The film and photo archives of Europe have been thoroughly searched by the filmmaker to be able to document, from the early twentieth century, the recognition of the mentally disabled as equally capable of self-expression and the rating of their output alongside the work of other artists. The development of this acceptance is traced through the doctors in Germany who began to collect the drawings, paintings and objects made by their patients, initially as a part of guiding their treatment. One of these, Hans Prinzhorn, published in 1922 a book that became an immediate bestseller, not least among artists and philosophers of the age.

"Unloading hallucinatory overload onto paper" is how one of the many contemporary experts on the art of the outsider describes the practices of many of the individuals. The French artist Dubuffet legitimated these works—the French Surrealists and even the Spiritualists finding common ground. It was a time when breakdown of social cohesion and religion in rural communities moved many to embrace the practices of "mediums," to freely "guide [the] hand" as a recognized form of expression for participants; the "spiritualists" created an accepting context for the work of patients.

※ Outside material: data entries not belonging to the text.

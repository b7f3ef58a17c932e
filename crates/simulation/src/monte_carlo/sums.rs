//! Simulated distribution of a standardized sum, with bands that hold jointly at the stated confidence.
//!
//! **Bands.** Of the risk α = 1 − confidence one half goes to the Dvoretzky–Kiefer–Wolfowitz–Massart band, which
//! holds for all z at once and so for the Kolmogorov distance and all quantiles; a quarter to Clopper–Pearson
//! intervals at the `probes` (two per probe: P(Z < z) and P(Z ≤ z)); a quarter to Chernoff intervals (a little wider,
//! but in closed form) at all edges of the grid, all lattice points and all listed jumps, shared among them by
//! Bonferroni's inequality like those at the probes. Each number gets the common part of the
//! bands that apply. All are exact statements about binomial counts, none relies on a normal approximation. The
//! error of drawing by table (`tabulated`) is added to each.
//!
//! **Grid.** Only counts in the cells of a fixed grid (one per point for lattice sums) are kept. At a z inside a
//! cell the distribution function lies between its values at the edges, and the stated error includes that; at
//! probes and listed jumps both sides are counted exactly.

use super::bands::{Band, clopper_pearson, divergence_interval, uniform_band};
use super::jumps::{Jumps, jumps_of};
use super::streams::{Purpose, block_stream, for_blocks};
use super::summands::{ClosedSum, SampleDrawer, natural_unit};
use super::tally::{Cells, Layout, Tally};
use crate::figure::Figure;
use crate::special::normal;
use crate::sum::{Distance, Method, Route, Side, StandardizedSum, SumError, SumMoments, SumSpec};
use crate::work::Work;
use std::sync::Arc;

/// Simulations stop after about so many elementary draws, whatever `method.draws` says: half a minute.
pub const SUMMAND_CAP: f64 = 1e9;
/// Fewer sums than this say nothing worth stating; a plan that cannot have them is refused.
pub const FEWEST_SUMS: u64 = 400;
/// Elementary draws per block, about.
const BLOCK_COST: f64 = 65_536.0;
/// Longest window of lattice points counted one by one.
const LATTICE_POINTS: f64 = 131_072.0;
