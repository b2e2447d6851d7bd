"""Regions in patient millimetres: outlines and label sets, rasterised once on a `Grid`.

This room knows no files; reading and writing region files is `liverfe.acquire`'s and
`liverfe.export`'s work.
"""

from liverfe.outlines.organs import is_whole_liver, organ_from_name
from liverfe.outlines.rasterise import rasterise
from liverfe.outlines.region import LabelMask, Outline, Region

__all__ = ["LabelMask", "Outline", "Region", "is_whole_liver", "organ_from_name", "rasterise"]
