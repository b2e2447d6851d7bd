"""The comparators against the methods sheet's tables: 2.3, and 2.4 with all its columns."""

from __future__ import annotations

import numpy as np
import pytest
from scipy import special, stats

from liverfe.fit import r2star_bound_per_s
from tests.fit.decays import TWELVE_MS, decay, expected_mean, fit, magnitudes

# Methods sheet 2.3: exact expectation of log-linear fits under Rician noise.
LOG_LINEAR = {
    20: (100.000, 281.051, 282.084, 197.409, 120.641),
    50: (100.000, 299.820, 403.266, 328.196, 221.041),
    100: (100.000, 300.000, 466.187, 433.568, 311.271),
}


@pytest.mark.parametrize("snr", LOG_LINEAR)
@pytest.mark.parametrize("column", range(5))
def test_log_linear_mean_is_its_exact_expectation(snr: int, column: int) -> None:
    rate = (100, 300, 500, 800, 1200)[column]
    centred = TWELVE_MS - TWELVE_MS.mean()
    weight = centred / (centred**2).sum()
    a = snr * np.exp(-1e-3 * rate * TWELVE_MS)
    exact = rate - 0.5e3 * (weight * special.exp1(a**2 / 2)).sum()
    assert exact == pytest.approx(LOG_LINEAR[snr][column], abs=6e-4)
    rng = np.random.default_rng(snr + rate)
    signal = magnitudes(decay(np.full(20_000, snr), rate, TWELVE_MS), rng)
    found = fit(signal, TWELVE_MS, model="log-linear").r2star_per_s.astype(float)
    assert found.mean() == pytest.approx(exact, abs=4 * found.std() / np.sqrt(20_000))


# Methods sheet 2.4, fits of the exact expected signal: n, SNR0, R and what each estimator reads;
# the constant of the offset fit stands behind its R.
COLUMNS = ("log-linear", "weighted-log-linear", "least-squares", "offset", "autoregressive")
DETERMINISTIC = """
1  20  300  262.1795 283.6782  285.4238  320.4964 0.6394  290.5767
1  20  500  259.1790 364.2004  427.3712  588.7119 1.0685  452.8417
1  50  500  379.2962 473.2686  485.8326  527.3545 0.7635  492.2924
1  50  800  305.6445 538.8773  751.1493  891.2726 1.0998  755.1397
1  100 800  408.6530 700.2317  785.0419  843.6851 0.9755  787.9599
1  100 1200 291.4020 633.4624 1156.3191 1314.9452 1.1505 1126.2509
8  50  300  241.4494 268.9301  272.3399  330.0267 2.5953  281.0245
8  50  500  228.4190 321.8378  386.0646  602.0471 3.5355  421.1419
8  100 500  321.5278 430.3491  463.0341  547.8688 3.0086  477.2255
"""


@pytest.mark.parametrize("row", DETERMINISTIC.strip().splitlines())
def test_plain_estimators_read_expected_signals_as_tabulated(row: str) -> None:
    count, snr, rate, *read = (float(word) for word in row.split())
    n = int(count)
    constant = read.pop(4)
    signal = expected_mean(decay(snr, rate, TWELVE_MS), n)
    for model, wanted in zip(COLUMNS, read, strict=True):
        fitted = fit(signal, TWELVE_MS, n=n, model=model)
        assert fitted.r2star_per_s[0] == pytest.approx(wanted, abs=1e-3), model
        if model == "offset":  # the least-squares constant is what the decay leaves on average
            left = signal - decay(fitted.s0[0], fitted.r2star_per_s[0], TWELVE_MS)
            assert left.mean() == pytest.approx(constant, abs=1e-4)


# Methods sheet 2.4: E[M] for SNR0 = 50, R = 500; the first-moment fit must return both.
MEANS = {
    1: "30.343025 20.353094 13.663332 9.189083 6.205052 4.228090 2.940938 2.142892 1.691587 "
       "1.459725 1.348166 1.296379",
    8: "30.572972 20.694560 14.167628 9.925258 7.255074 5.664755 4.786826 4.338318 4.122237 "
       "4.021733 3.975832 3.955053",
}  # fmt: skip


@pytest.mark.parametrize("model", ["first-moment", "weighted-first-moment"])
@pytest.mark.parametrize("n", MEANS)
def test_the_first_moment_undoes_the_expectation(n: int, model: str) -> None:
    signal = np.array(MEANS[n].split(), dtype=float)
    assert signal == pytest.approx(expected_mean(decay(50, 500, TWELVE_MS), n)[0], abs=6e-7)
    fitted = fit(signal, TWELVE_MS, n=n, model=model)
    assert fitted.r2star_per_s[0] == pytest.approx(500.0, abs=1e-3)
    assert fitted.s0[0] == pytest.approx(50.0, abs=1e-4)


# Methods sheet 2.4, 20 000 trials: SNR0, R, Cramér-Rao bound; mean / median / SD of each estimator.
TRIALS = 20_000
MODELS = (
    "log-linear", "weighted-log-linear", "autoregressive", "least-squares", "offset", "truncation",
    "second-moment", "first-moment", "rician-ml",
)  # fmt: skip
SIMULATED = """
20 30 6.16 30.1/30.1/6.2 29.7/-/6.1 30.6/-/7.3 30.0/-/6.1 107/39.8/165 30.0/-/6.1 30.1/-/6.2 \
30.1/30.1/6.1 30.1/-/6.1
20 300 27.9 281/276/44 262/261/25 293/292/32 286/286/26 332/322/57 285/284/31 305/300/45 \
301/300/29 301/300/28
20 500 69.6 282/279/49 322/320/47 457/452/64 433/428/61 597/587/111 465/458/82 515/500/109 \
506/499/74 506/500/73
20 800 186 198/194/52 273/269/56 584/575/117 577/555/171 1070/1019/321 765/751/211 858/812/280 \
835/801/224 832/803/217
50 300 10.8 300/297/24 293/292/11 299/299/13 298/298/11 310/307/20 297/297/11 301/300/17 \
300/300/11 300/300/11
50 800 67.8 328/324/49 494/492/65 756/753/64 755/751/67 897/892/87 777/773/71 809/802/95 \
804/800/69 804/800/69
50 1200 184 221/218/53 383/378/66 959/952/133 1076/1061/182 1456/1426/260 1175/1165/186 \
1241/1219/236 1226/1206/202 1224/1205/199
100 800 33.0 434/429/48 667/669/49 788/787/34 786/785/33 845/843/40 792/791/34 802/800/47 \
801/800/33 801/800/33
"""


@pytest.mark.parametrize("row", SIMULATED.strip().splitlines(), ids=lambda row: row[:8])
def test_scatter_and_bias_are_as_simulated(row: str) -> None:
    snr, rate, bound, *cells = row.split()
    assert r2star_bound_per_s(TWELVE_MS, float(rate), float(snr), 1.0) == pytest.approx(
        float(bound), abs=_rounding(bound)
    )
    n_voxels = 5000
    rng = np.random.default_rng(int(snr) * int(rate))
    signal = magnitudes(decay(np.full(n_voxels, float(snr)), float(rate), TWELVE_MS), rng)
    for model, cell in zip(MODELS, cells, strict=True):
        found = fit(signal, TWELVE_MS, model=model).r2star_per_s.astype(float)
        resolved = found[np.isfinite(found)]
        assert len(resolved) > 0.998 * n_voxels
        mean, median, sd = cell.split("/")
        # Four standard errors of both simulations, and the rounding of the table. Tails are long,
        # so the SE of the SD takes the kurtosis.
        se = float(sd) * np.hypot(n_voxels**-0.5, TRIALS**-0.5)
        se_of_sd = se * np.sqrt((stats.kurtosis(resolved, fisher=False) - 1) / 4)
        assert resolved.mean() == pytest.approx(float(mean), abs=4 * se + _rounding(mean)), model
        assert resolved.std() == pytest.approx(float(sd), abs=4 * se_of_sd + _rounding(sd)), model
        if median != "-":
            tolerance = 4 * 1.2533 * se + _rounding(median)
            assert np.median(resolved) == pytest.approx(float(median), abs=tolerance), model


def _rounding(number: str) -> float:
    return 0.5 * 10.0 ** -len(number.partition(".")[2])


def test_the_fitted_signal_chooses_echoes_with_less_bias_than_the_noisy_one() -> None:
    # Methods sheet 2.1: selection by noisy M is biased, by predicted S better.
    rng = np.random.default_rng(17)
    for snr, rate in ((20.0, 300.0), (20.0, 500.0), (50.0, 800.0)):
        signal = magnitudes(decay(np.full(5000, snr), rate, TWELVE_MS), rng)
        noisy, predicted = (
            fit(signal, TWELVE_MS, model=model).r2star_per_s.astype(float).mean() - rate
            for model in ("truncation", "predicted-truncation")
        )
        assert noisy < 0
        assert abs(predicted) < 0.7 * abs(noisy)


def test_weights_of_one_over_variance_bring_the_first_moment_to_maximum_likelihood() -> None:
    # Methods sheet 4.1: weighted by 1 / xi, the first moment uses 99 % and more of the information
    # from an amplitude of one sigma on. The same noise in each fit, so ratios are sharp.
    rng = np.random.default_rng(18)
    signal = magnitudes(decay(np.full(8000, 20.0), 500.0, TWELVE_MS), rng)
    likelihood, weighted, plain = (
        fit(signal, TWELVE_MS, model=model).r2star_per_s.astype(float).std()
        for model in ("rician-ml", "weighted-first-moment", "first-moment")
    )
    assert weighted == pytest.approx(likelihood, rel=0.005)
    assert plain > 1.008 * likelihood


@pytest.mark.parametrize("n", [1, 8, 64])
@pytest.mark.parametrize("rate", [30.0, 300.0, 800.0])
def test_second_moment_undoes_the_second_moment(n: int, rate: float) -> None:
    # E[M²] = A² + 2n (methods sheet 1.2), exact.
    signal = np.sqrt(decay(50, rate, TWELVE_MS) ** 2 + 2 * n)
    fitted = fit(signal, TWELVE_MS, n=n, model="second-moment")
    assert fitted.r2star_per_s[0] == pytest.approx(rate, rel=2e-5, abs=2e-3)
    assert fitted.s0[0] == pytest.approx(50.0, rel=1e-5)


@pytest.mark.parametrize("model", ["truncation", "predicted-truncation"])
def test_truncation_drops_what_least_squares_is_pulled_by(model: str) -> None:
    # Two echoes of pure floor at the end, above neither 2.5 sigma: as if they had not been there.
    times = np.array([1.0, 2.0, 3.0, 4.0, 5.0, 6.0])
    signal = decay(200, 900, times)[0]
    signal[-2:] = 2.4
    assert signal[-3] > 2.5
    fitted = fit(signal, times, model=model)
    assert fitted.r2star_per_s[0] == pytest.approx(900.0, abs=0.01)
    # Three echoes are kept even where fewer stand out.
    signal = np.array([50.0, 5.0, 0.5, 2.0, 2.0, 2.0])
    fitted = fit(signal, times, model=model)
    assert fitted.r2star_per_s[0] == pytest.approx(1e3 * np.log(10), rel=1e-4)


def test_offset_finds_rate_and_constant() -> None:
    signal = decay(100, 250, TWELVE_MS)[0] + 20.0
    fitted = fit(signal, TWELVE_MS, model="offset")
    assert fitted.r2star_per_s[0] == pytest.approx(250.0, abs=2e-3)
    assert fitted.s0[0] == pytest.approx(100.0, rel=1e-4)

The Company of Art Brut formed by Dubuffet and a group of French artists defined a legitimate area of arts practice. From then on, com-modification became mixed with passionate connoisseurship and a series of rivalries and disagreements about ownership while at the same time following various collections from salon to salon—not least to one of the early flagships of contemporary art, Documenta 5, where in 1972 director Harold Szeeman placed "outsider" works alongside the latest celebrity artists' offerings. It was an attempt to broaden borders around practice and create linking dialogues between such dispersed sources, but it was met with mixed reactions—though not, it seems, from the dealers, who were eager, together with the institutionalization of Dubuffet's collection in Lausanne, to see an official market opportunity opening up. Today, happily, there are ateliers for the mentally disabled where work is sold in support of their care. The film provides a good briefing for newcomers to the topic.

Mike Leggett
Associate, Creativity & Cognition Studios, University of Technology Sydney, Australia.